** WHAT TO WORK ON **
Lines where the string "uRedD" appears are to be copied from the entries below.

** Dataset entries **
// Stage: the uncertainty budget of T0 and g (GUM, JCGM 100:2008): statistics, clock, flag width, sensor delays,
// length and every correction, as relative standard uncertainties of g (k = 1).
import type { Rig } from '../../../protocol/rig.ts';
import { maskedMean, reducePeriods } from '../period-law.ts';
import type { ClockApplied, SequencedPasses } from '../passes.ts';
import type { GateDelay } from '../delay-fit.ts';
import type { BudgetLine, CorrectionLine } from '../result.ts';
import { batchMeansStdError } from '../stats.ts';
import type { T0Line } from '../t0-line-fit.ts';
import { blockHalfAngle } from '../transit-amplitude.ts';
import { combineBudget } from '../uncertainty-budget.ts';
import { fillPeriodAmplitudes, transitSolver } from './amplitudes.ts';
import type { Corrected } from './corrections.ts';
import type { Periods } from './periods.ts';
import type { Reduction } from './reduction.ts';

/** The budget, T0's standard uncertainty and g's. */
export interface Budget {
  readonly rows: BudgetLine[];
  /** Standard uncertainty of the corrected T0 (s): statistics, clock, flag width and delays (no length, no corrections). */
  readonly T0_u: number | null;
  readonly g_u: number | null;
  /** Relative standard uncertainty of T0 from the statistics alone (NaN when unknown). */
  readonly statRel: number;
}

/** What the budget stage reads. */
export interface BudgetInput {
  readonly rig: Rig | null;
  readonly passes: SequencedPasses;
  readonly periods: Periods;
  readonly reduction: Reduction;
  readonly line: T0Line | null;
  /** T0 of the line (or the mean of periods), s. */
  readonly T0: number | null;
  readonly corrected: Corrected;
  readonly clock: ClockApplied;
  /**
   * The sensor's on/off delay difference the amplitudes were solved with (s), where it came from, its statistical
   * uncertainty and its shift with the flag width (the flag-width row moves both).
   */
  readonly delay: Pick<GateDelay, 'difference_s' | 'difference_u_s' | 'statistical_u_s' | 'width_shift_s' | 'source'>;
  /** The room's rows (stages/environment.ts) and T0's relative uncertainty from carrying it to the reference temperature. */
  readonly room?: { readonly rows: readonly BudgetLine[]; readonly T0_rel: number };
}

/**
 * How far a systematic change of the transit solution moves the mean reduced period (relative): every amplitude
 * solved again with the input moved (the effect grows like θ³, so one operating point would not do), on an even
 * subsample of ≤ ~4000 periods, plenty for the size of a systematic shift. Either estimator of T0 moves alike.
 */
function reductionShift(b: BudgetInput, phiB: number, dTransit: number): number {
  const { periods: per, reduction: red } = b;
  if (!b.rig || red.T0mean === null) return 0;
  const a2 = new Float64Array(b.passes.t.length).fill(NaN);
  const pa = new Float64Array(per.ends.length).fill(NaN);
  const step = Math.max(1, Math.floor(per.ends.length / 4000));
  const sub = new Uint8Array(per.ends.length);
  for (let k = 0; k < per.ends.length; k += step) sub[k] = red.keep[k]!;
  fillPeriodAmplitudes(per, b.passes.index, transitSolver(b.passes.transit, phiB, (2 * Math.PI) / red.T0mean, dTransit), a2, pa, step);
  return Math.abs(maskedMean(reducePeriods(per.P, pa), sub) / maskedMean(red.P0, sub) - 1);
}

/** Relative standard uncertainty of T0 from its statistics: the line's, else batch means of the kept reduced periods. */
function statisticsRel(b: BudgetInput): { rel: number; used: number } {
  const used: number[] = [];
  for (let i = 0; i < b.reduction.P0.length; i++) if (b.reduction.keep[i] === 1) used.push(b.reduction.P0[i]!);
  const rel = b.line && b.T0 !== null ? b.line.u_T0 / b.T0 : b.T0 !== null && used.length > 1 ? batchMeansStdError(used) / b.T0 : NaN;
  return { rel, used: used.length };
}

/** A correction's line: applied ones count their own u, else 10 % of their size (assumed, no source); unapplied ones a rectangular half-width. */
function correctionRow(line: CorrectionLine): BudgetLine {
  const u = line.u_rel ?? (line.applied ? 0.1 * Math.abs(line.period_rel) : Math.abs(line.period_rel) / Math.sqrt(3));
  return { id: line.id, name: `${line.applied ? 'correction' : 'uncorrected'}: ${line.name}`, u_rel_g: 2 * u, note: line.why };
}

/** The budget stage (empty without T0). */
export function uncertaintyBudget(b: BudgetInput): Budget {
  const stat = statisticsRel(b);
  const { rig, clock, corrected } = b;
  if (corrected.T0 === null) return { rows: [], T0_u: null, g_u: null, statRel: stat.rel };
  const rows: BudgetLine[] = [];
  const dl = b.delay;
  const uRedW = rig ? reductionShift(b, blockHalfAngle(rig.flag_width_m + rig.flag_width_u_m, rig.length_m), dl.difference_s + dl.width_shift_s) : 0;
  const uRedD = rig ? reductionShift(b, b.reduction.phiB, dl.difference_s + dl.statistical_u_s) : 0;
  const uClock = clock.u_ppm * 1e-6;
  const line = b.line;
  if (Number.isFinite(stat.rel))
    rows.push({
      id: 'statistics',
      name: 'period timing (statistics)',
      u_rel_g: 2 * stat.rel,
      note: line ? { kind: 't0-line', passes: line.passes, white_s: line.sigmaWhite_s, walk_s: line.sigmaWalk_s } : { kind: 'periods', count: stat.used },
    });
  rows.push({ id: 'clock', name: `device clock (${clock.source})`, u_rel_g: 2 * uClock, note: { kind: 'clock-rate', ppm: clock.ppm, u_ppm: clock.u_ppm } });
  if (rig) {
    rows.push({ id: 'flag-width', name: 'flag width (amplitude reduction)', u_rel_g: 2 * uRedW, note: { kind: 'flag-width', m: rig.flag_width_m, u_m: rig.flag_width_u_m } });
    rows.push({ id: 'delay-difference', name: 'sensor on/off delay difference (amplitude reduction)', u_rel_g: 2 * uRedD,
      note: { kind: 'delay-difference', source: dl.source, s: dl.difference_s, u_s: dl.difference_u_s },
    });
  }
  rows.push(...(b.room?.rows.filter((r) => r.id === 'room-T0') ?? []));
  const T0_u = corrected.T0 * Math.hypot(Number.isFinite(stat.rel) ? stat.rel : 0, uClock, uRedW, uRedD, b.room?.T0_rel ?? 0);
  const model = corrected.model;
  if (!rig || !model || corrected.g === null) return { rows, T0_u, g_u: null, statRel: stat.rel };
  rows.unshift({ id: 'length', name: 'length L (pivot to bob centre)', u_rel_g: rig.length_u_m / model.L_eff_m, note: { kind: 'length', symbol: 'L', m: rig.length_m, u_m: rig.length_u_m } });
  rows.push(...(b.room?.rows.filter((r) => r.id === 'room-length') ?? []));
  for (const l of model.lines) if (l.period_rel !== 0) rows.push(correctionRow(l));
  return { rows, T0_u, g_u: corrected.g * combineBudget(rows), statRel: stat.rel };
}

** ANSWER FOR THE TASK **
  const uRedD = rig ? reductionShift(b, b.reduction.phiB, dl.difference_s + dl.statistical_u_s) : 0;
    rows.push({ id: 'delay-difference', name: 'sensor on/off delay difference (amplitude reduction)', u_rel_g: 2 * uRedD,
  const T0_u = corrected.T0 * Math.hypot(Number.isFinite(stat.rel) ? stat.rel : 0, uClock, uRedW, uRedD, b.room?.T0_rel ?? 0);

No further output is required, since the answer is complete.